Bild: Der Landkreis Lüchow-Dannenberg arbeitet an einem Konzept für das Wassermanagement in der Region. Vor Kurzem gab es eine Fachtagung in Dannenberg dazu. Foto: R. Groß
Derzeit dürfen im Bereich des Grundwasserkörpers Jeetzel Lockergestein rechts pro Jahr maximal 39 Millimeter Wasser pro Quadratmeter beregnet werden. Die Kosten für die Wassergabe eines Liters auf dem Quadratmeter belaufen sich pro Hektar auf fünf Euro.
Drei Arbeitsgruppen hatten gearbeitet
Der Landkreis Lüchow-Dannenberg arbeitet bekanntlich an einer Modulation der Klimafolgen im Bereich Wasser. Dr. Karin Bardowicks, Untere Wasserbehörde, informierte in Dannenberg über den Stand des Wasserversorgungskonzepts. „In allen Sitzungen der Arbeitsgruppen konnten wir konstruktive Ideen und Anregungen, aber auch Sorgen gemeinsam besprechen“, sagte Bardowicks. Von 2024 bis zu diesem Frühjahr hätten drei Arbeitsgruppen zu den Themen Landwirtschaft, Wasserrückhaltemaßnahmen und Grundwasserabhängige Ökosysteme getagt. „Wir haben für einen Maßnahmenkatalog Lösungen für die Anpassung der Wasserwirtschaft an den Klimawandel gesucht.“ Parallel wurden Fördermittel eingeworben (EJZ berichtete), um mit einer Modellierung Fragestellungen zu analysieren, wie die Wechselwirkungen zwischen den Oberflächengewässern und dem Grundwasser, dem Einfluss der Elbe auf den Grundwasserkörper Jeetzel Lockergestein rechts und auf den Zufluss aus Sachsen-Anhalt bestehen. „Eine der wichtigsten Maßnahmen ist die Wasserrückhaltung, aber auch in allen anderen Bereichen des Wasserversorgungskonzeptes ist eine Anpassung an den Klimawandel notwendig, zum Beispiel beim Sparen von Trinkwasser, eine nachhaltige Bewässerung in der Landwirtschaft und die Vorsorge für Starkregen, erklärte Dr.
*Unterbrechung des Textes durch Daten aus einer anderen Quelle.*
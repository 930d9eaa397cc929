"""What a sample holds by path: plain message objects in, one Column of values for each dotted path out."""

from __future__ import annotations

import math
from collections import Counter
from collections.abc import Callable, Sequence
from dataclasses import dataclass, field, replace
from functools import cached_property
from typing import Any

from stream.decoding.times import epoch_ms
from stream.decoding.uses import ITEM_KINDS, MAX_QUANTITY, kind_of
from stream.settings.checks import is_path_key

__all__ = ["NEARLY_ALL", "Column", "columns_of", "is_epoch", "is_instant"]

MOST_KEYS = 100
"""An object with more different keys over the sample is a map, not a record."""
NEARLY_ALL = 0.98
"""Where this share of the values of a path is alike, the others are taken for errors of the feed."""


OBJECT = "an object"


@dataclass
class Column:
    """The values of one path that are there and not null, and the rows of the sample that have them.

    `odd`: what was taken out, as unlike nearly all others, by row.
    """

    path: str
    messages: int
    values: list[Any] = field(default_factory=list)
    rows: list[int] = field(default_factory=list)
    object_rows: list[int] = field(default_factory=list)
    addressable: bool = True
    parent: Column | None = None
    odd: dict[int, str] = field(default_factory=dict)

    @property
    def last(self) -> str:
        """The last key of the path, in lower case."""
        return self.path.rpartition(".")[2].lower()

    @property
    def objects(self) -> int:
        """Messages with an object here."""
        return len(self.object_rows)

    @property
    def missing(self) -> int:
        """Messages without a value here."""
        return self.messages - len(self.values)

    @cached_property
    def usual(self) -> Column:
        """The column without values of another kind than nearly all; itself where there are none or many."""
        kinds = Counter(map(_likeness, self.values))
        if self.objects:
            kinds[OBJECT] = self.objects
        if len(kinds) < 2:
            return self
        most = kinds.most_common(1)[0][0]
        if most != OBJECT:
            return self.only(lambda value: _likeness(value) == most)
        if self.objects < NEARLY_ALL * kinds.total():
            return self
        odd = {row: _name(value) for row, value in zip(self.rows, self.values, strict=True)}
        return replace(self, values=[], rows=[], odd=self.odd | odd)

    def only(self, fits: Callable[[Any], bool], text: str = "") -> Column:
        """The column without values that do not fit, and objects; itself where they are none or many.

        `text`: what texts among those values are called.
        """
        fitting = [fits(value) for value in self.values]
        if all(fitting) and not self.objects:
            return self
        if sum(fitting) < NEARLY_ALL * (len(self.values) + self.objects):
            return self
        triples = list(zip(self.rows, self.values, fitting, strict=True))
        odd = {
            row: text if text and isinstance(value, str) else _name(value)
            for row, value, fit in triples
            if not fit
        }
        return replace(
            self,
            rows=[row for row, _, fit in triples if fit],
            values=[value for _, value, fit in triples if fit],
            object_rows=[],
            odd=self.odd | odd | dict.fromkeys(self.object_rows, OBJECT),
        )

    @cached_property
    def types(self) -> frozenset[type]:
        """The Python types among the values."""
        return frozenset(map(type, self.values))

    @cached_property
    def counts(self) -> Counter[Any]:
        """How often each value stands there; items of lists count one by one."""
        if self.types <= {list}:
            return Counter(item for items in self.values for item in items)
        return Counter(self.values)

    @property
    def distinct(self) -> int:
        """Number of different values (of items, for lists)."""
        return len(self.counts)

    @property
    def constant(self) -> bool:
        """Every message says the same here."""
        return not self.missing and self.types.isdisjoint({list}) and self.distinct == 1

    @property
    def nearly_unique(self) -> bool:
        """So many different values that most are never seen again."""
        return self.distinct > max(50, self.counts.total() // 2)

    @property
    def mostly_texts_with_spaces(self) -> bool:
        """Half of the texts or more have more than one word."""
        return 2 * sum(len(value.split()) > 1 for value in self.values) >= len(self.values)

    @property
    def instants(self) -> bool:
        """All values are RFC 3339 texts."""
        return self.types == {str} and all(map(is_instant, self.values))

    @property
    def epochs(self) -> bool:
        """All values are numbers that read as epoch seconds or milliseconds of the years 2000 to 2100."""
        return all(map(is_epoch, self.values))


def columns_of(messages: Sequence[dict[str, Any]]) -> tuple[list[Column], dict[str, int]]:
    """Columns in order of first appearance, and the paths of map-like objects with their number of keys."""
    columns: dict[tuple[str, ...], Column] = {}
    for row, message in enumerate(messages):
        _walk(columns, (), message, row, len(messages))
    children = Counter(keys[:-1] for keys in columns)
    maps = {keys: count for keys, count in children.items() if keys and count > MOST_KEYS}
    kept = [
        column
        for keys, column in columns.items()
        if not any(keys[:depth] in maps for depth in range(1, len(keys) + 1))
    ]
    return kept, {".".join(keys): count for keys, count in maps.items()}


def is_instant(value: Any) -> bool:
    """Whether a value is an RFC 3339 text."""
    if not isinstance(value, str):
        return False
    try:
        epoch_ms(value)
    except ValueError:
        return False
    return True


def is_epoch(value: Any) -> bool:
    """Whether a value reads as epoch seconds or milliseconds of the years 2000 to 2100."""
    if isinstance(value, bool) or not isinstance(value, int | float):
        return False
    return 946_684_800 <= value / (1000 if value > 1e11 else 1) <= 4_102_444_800


def _likeness(value: Any) -> str:
    """What values of a field have in common: the kind, but one for all numbers."""
    name = _name(value)
    return "a number" if type(value) in (int, float) and name == kind_of(value) else name


def _name(value: Any) -> str:
    """What a value is: its kind, or what keeps it out of every field."""
    if isinstance(value, list) and any(kind_of(item) not in ITEM_KINDS for item in value):
        return "a list whose items are not all texts or whole numbers"
    if isinstance(value, float) and not (math.isfinite(value) and abs(value) <= MAX_QUANTITY):
        return "a number beyond 3.4e38"
    if isinstance(value, int) and abs(value) >= 1 << 63:
        return "a whole number of more than 64 bits"
    return kind_of(value)


def _walk(
    columns: dict[tuple[str, ...], Column],
    above: tuple[str, ...],
    record: dict[str, Any],
    row: int,
    messages: int,
) -> None:
    for key, value in record.items():
        keys = (*above, key)
        if keys not in columns:
            parent = columns.get(above)
            named = is_path_key(key) and (parent is None or parent.addressable)
            columns[keys] = Column(".".join(keys), messages, addressable=named, parent=parent)
        column = columns[keys]
        if isinstance(value, dict):
            column.object_rows.append(row)
            _walk(columns, keys, value, row, messages)
        elif value is not None:
            column.values.append(value)
            column.rows.append(row)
Karin Bardowicks.
Die Veranstaltung hatte unter anderem auch das Ziel, die Arbeit des Gewässerkundlichen Landesdienstes (GLD) zu erläutern, der für die Ermittlung, Aufbereitung und Sammlung von hydrologischen und hydrogeologischen Daten in Niedersachsen zuständig ist. Außerdem untersucht und beurteilt der GLD die Auswirkungen auf Gewässer und berät die Wasserbehörden.
In diesem Rahmen erläuterte zum Beispiel das Landesamt für Bergbau, Energie und Geologie (LBEG) die rechtlichen Rahmenbedingungen einer Grundwasserentnahme und einen seit 2024 geltenden Erlass des Niedersächsischen Umweltministeriums zur Mengenbewirtschaftung. Der Niedersächsische Landesbetrieb für Wasserwirtschaft, Küsten- und Naturschutz (NLWKN) stellte sein Pegelmessnetz sowohl für Oberflächengewässer als auch für Grundwasser vor und gab Hinweise, wie Pegelstände von der Öffentlichkeit eingesehen werden können.
Ein Fachvortrag der Landwirtschaftskammer zum Thema Beregnungsbedürftigkeit und Beregnungswürdigkeit von Feldfrüchten rundete das Thema insgesamt ab.